• Exercise: Reproduce, character for character, the entries from their opening line through the line with "recipeOf, source, type".

• Dataset records:
- Opening Delimiter -
import { describe, expect, it } from 'vitest';
import type { SplitPart } from '#contract/recipe.ts';
import { mustPlan, planRecipe } from '../../../../server/engine/recipe/plan.ts';
import { uniform } from '../checks/survey-factory.ts';
import { recipeOf, source, type Loose } from './recipe-factory.ts';

const runs = (count: number, snapshots = 6) => Array.from({ length: count }, (_, i) => source(i + 1, uniform(snapshots)));
const split = (sources: ReturnType<typeof source>[], parameters: object) => mustPlan(recipeOf([{ step: 'split', ...parameters } as Loose], sources.length), sources);
const problem = (sources: ReturnType<typeof source>[], parameters: object) => planRecipe(recipeOf([{ step: 'split', ...parameters } as Loose], sources.length), sources).problems[0]?.message;
const count = (parts: SplitPart[], part: SplitPart) => parts.filter((each) => each === part).length;

describe('a split by run', () => {
  it('never divides a run', () => {
    const plan = split(runs(10), { by: 'run', shares: [0.6, 0.2, 0.2] });
    for (let s = 0; s < 10; s++) expect(new Set(plan.split.filter((_, j) => plan.columns[j].source === s)).size).toBe(1);
    expect(['train', 'validation', 'test'].map((part) => count(plan.split, part as SplitPart))).toEqual([36, 12, 12]);
  });

  it('follows the seed, and nothing else', () => {
    const assigned = (seed: number) => split(runs(12), { by: 'run', shares: [0.5, 0.25, 0.25], seed }).split.join();
    expect(assigned(3)).toBe(assigned(3));
    expect(new Set([1, 2, 3, 4, 5].map(assigned)).size).toBeGreaterThan(1);
  });

  it('gives every part that is asked for a run when there are enough', () => {
    const plan = split(runs(3), { by: 'run', shares: [0.98, 0.01, 0.01] });
    expect(new Set(plan.split)).toEqual(new Set(['train', 'validation', 'test']));
    expect(problem(runs(2), { by: 'run', shares: [0.6, 0.2, 0.2] })).toMatch(/part would be empty: 2 runs cannot be shared out among 3 parts/);
  });

  it('leaves a part without a share empty', () => {
    expect(count(split(runs(4), { by: 'run', shares: [0.5, 0, 0.5] }).split, 'validation')).toBe(0);
  });

  it('refuses shares that do not add up', () => {
    expect(problem(runs(3), { by: 'run', shares: [0.6, 0.2, 0.1] })).toMatch(/add up to 0.9 instead of 1/);
    // 0.1 + 0.2 + 0.7 is not 1 in binary, and is meant to be.
    expect(problem(runs(10), { by: 'run', shares: [0.7, 0.2, 0.1] })).toBeUndefined();
  });
});

describe('a split by blocks', () => {
  it('keeps the guard band between two parts, and only there', () => {
    const { split: parts } = split([source(1, uniform(100))], { by: 'blocks', shares: [0.6, 0.2, 0.2], blocks: 10, guard: 2, seed: 4 });
    parts.forEach((part, j) => {
      if (j === 0 || part === parts[j - 1]) return;
      // Whoever leaves a part enters the guard band first, two snapshots wide.
      if (part === 'guard') expect(parts.slice(j, j + 3)).toEqual(['guard', 'guard', parts[j + 2]]);
      else expect(parts[j - 1]).toBe('guard');
      if (part === 'guard') expect(parts[j - 1]).not.toBe(parts[j + 2]);
    });
    expect(count(parts, 'train') + count(parts, 'validation') + count(parts, 'test') + count(parts, 'guard')).toBe(100);
  });

  it('without a guard uses every snapshot', () => {
    const { split: parts } = split([source(1, uniform(50))], { by: 'blocks', shares: [0.5, 0, 0.5], blocks: 5, guard: 0 });
    expect(count(parts, 'guard')).toBe(0);
    expect([count(parts, 'train'), count(parts, 'test')].sort((a, b) => a - b)).toEqual([20, 30]);
  });

  it('cuts every run by itself', () => {
    const { split: parts } = split([source(1, uniform(20)), source(2, uniform(40))], { by: 'blocks', shares: [0.5, 0, 0.5], blocks: 4, guard: 0, seed: 2 });
    for (const [from, length] of [[0, 5], [5, 5], [10, 5], [15, 5], [20, 10], [30, 10], [40, 10], [50, 10]]) expect(new Set(parts.slice(from, from + length)).size).toBe(1);
  });

  it('refuses more blocks than snapshots, and a guard that leaves nothing', () => {
    expect(problem([source(1, uniform(5))], { by: 'blocks', shares: [0.5, 0, 0.5], blocks: 6 })).toMatch(/run 1 has 5 snapshots, fewer than the 6 blocks/);
    // Blocks of three: where the parts alternate, a guard of three leaves nothing of one of them.
    const problems = [1, 2, 3, 4, 5, 6, 7, 8].map((seed) => problem([source(1, uniform(12))], { by: 'blocks', shares: [0.5, 0, 0.5], blocks: 4, guard: 3, seed }));
    expect(problems.filter(Boolean)).toContainEqual(expect.stringMatching(/part is empty: the guard band of 3 snapshots/));
  });
});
- Closing Delimiter -
• Result for this task:
import { describe, expect, it } from 'vitest';
import type { SplitPart } from '#contract/recipe.ts';
import { mustPlan, planRecipe } from '../../../../server/engine/recipe/plan.ts';
import { uniform } from '../checks/survey-factory.ts';
import { recipeOf, source, type Loose } from './recipe-factory.ts';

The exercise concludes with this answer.